## WHAT THE TASK REQUIRES
Your answer should be only the lines below from the one with "let (h1, h0, _, _)" to the one with "Option<&[f64]>, warm: Option<&Warm>)", repeated exactly, ends included.

[Opening DATA SHOWN section]

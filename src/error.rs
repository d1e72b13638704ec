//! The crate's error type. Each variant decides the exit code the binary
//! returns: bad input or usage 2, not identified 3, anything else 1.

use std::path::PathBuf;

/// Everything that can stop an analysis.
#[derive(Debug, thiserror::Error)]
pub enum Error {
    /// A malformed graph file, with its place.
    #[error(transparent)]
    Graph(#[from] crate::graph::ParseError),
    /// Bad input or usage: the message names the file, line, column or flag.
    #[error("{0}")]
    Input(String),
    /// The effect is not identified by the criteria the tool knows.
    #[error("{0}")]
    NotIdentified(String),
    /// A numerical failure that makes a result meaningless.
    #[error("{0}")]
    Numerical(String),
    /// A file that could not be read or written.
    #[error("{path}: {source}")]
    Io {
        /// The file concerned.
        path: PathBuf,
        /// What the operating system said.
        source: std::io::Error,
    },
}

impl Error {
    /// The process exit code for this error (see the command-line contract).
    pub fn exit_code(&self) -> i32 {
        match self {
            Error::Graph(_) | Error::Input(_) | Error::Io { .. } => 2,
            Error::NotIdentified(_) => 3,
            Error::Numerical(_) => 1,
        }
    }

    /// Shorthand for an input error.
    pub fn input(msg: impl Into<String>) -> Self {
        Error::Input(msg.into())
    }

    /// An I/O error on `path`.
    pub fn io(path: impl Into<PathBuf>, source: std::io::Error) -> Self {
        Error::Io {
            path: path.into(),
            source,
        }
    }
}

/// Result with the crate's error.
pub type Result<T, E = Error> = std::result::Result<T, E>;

[Closing DATA SHOWN section]
[Opening DATA SHOWN section]

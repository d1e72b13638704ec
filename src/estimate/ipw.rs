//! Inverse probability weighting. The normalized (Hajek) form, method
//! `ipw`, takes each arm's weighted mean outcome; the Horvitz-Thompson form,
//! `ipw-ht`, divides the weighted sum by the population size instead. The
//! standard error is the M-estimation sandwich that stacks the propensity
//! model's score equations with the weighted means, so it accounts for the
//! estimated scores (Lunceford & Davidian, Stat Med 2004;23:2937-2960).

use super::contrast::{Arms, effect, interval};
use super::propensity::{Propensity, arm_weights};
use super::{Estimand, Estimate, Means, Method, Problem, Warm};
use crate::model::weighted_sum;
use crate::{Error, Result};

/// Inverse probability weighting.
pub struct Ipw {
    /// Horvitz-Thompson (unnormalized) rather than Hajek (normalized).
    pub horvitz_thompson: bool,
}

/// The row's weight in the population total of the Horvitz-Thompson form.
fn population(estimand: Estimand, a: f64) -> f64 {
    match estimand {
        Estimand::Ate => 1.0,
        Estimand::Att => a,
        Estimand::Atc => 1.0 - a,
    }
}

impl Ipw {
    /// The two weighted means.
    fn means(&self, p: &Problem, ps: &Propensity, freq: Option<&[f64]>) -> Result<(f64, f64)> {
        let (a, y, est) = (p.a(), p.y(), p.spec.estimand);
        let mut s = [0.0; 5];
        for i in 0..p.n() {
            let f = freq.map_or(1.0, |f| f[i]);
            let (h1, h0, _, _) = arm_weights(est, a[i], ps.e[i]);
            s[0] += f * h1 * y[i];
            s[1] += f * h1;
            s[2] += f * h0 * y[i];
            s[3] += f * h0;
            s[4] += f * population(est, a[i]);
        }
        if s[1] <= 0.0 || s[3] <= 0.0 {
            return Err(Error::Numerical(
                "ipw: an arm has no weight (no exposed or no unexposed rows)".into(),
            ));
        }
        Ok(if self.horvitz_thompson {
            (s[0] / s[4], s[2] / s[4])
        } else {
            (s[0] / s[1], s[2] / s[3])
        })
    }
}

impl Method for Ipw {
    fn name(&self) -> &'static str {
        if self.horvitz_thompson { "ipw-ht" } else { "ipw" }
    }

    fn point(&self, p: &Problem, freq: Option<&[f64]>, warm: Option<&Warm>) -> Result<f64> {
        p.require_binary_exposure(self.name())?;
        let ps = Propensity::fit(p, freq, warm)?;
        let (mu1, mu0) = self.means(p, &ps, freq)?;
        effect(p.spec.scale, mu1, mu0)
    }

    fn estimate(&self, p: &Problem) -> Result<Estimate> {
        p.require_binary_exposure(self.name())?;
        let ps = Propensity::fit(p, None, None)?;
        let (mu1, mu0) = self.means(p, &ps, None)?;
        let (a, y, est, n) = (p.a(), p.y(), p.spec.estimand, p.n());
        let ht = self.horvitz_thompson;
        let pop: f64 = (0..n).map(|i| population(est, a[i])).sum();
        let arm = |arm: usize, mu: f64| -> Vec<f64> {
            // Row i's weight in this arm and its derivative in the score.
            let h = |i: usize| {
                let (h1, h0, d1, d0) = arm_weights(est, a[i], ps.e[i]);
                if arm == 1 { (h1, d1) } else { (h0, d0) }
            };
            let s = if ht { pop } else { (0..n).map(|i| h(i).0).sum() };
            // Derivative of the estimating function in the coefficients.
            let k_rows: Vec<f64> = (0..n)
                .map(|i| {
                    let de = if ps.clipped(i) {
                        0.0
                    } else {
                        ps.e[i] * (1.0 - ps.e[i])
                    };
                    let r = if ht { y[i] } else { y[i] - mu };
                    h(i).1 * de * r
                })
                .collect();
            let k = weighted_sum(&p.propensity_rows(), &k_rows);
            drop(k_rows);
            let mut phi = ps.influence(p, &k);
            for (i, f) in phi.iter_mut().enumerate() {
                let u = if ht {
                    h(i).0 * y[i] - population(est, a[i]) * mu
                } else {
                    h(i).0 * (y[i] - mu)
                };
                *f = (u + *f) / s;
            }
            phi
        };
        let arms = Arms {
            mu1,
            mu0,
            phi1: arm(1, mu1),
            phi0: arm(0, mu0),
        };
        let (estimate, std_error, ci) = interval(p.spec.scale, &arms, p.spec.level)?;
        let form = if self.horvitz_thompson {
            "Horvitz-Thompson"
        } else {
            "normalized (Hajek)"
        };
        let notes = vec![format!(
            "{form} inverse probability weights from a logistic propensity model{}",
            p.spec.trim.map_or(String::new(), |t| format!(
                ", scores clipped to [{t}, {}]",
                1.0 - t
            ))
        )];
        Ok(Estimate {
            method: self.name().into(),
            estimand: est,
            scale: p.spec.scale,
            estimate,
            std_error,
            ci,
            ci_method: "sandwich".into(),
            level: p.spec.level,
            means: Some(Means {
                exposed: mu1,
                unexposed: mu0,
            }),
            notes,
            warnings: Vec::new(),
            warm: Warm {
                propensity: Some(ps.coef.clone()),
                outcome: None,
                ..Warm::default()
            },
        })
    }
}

[Closing DATA SHOWN section]
[Opening DATA SHOWN section]

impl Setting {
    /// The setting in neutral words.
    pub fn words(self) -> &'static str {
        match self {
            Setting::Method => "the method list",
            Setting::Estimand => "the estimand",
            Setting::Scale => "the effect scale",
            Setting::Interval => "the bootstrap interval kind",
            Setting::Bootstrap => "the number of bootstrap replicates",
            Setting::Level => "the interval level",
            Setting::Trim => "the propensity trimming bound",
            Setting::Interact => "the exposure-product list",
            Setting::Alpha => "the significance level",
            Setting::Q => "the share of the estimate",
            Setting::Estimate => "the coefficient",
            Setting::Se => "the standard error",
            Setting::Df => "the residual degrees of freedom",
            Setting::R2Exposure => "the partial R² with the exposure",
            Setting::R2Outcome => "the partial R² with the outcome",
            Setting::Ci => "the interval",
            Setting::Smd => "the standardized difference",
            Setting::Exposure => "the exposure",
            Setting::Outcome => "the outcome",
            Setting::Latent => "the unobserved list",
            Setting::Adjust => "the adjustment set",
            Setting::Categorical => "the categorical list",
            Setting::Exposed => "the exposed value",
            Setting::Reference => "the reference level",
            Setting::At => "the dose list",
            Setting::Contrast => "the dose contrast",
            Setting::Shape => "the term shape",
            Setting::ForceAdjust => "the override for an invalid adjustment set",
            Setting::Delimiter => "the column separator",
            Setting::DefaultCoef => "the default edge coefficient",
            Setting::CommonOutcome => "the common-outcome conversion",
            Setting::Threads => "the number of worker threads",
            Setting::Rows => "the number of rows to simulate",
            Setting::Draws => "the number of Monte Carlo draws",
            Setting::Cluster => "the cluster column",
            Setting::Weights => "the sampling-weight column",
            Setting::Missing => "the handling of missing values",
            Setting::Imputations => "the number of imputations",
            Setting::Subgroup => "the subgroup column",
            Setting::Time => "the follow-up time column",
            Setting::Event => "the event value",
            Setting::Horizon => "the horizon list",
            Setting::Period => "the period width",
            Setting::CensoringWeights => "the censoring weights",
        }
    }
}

[Closing DATA SHOWN section]

## SOLUTION TO THE PROBLEM
            let (h1, h0, _, _) = arm_weights(est, a[i], ps.e[i]);
            s[0] += f * h1 * y[i];
            s[1] += f * h1;
            s[2] += f * h0 * y[i];
            s[3] += f * h0;
            s[4] += f * population(est, a[i]);
        }
        if s[1] <= 0.0 || s[3] <= 0.0 {
            return Err(Error::Numerical(
                "ipw: an arm has no weight (no exposed or no unexposed rows)".into(),
            ));
        }
        Ok(if self.horvitz_thompson {
            (s[0] / s[4], s[2] / s[4])
        } else {
            (s[0] / s[1], s[2] / s[3])
        })
    }
}

impl Method for Ipw {
    fn name(&self) -> &'static str {
        if self.horvitz_thompson { "ipw-ht" } else { "ipw" }
    }

    fn point(&self, p: &Problem, freq: Option<&[f64]>, warm: Option<&Warm>) -> Result<f64> {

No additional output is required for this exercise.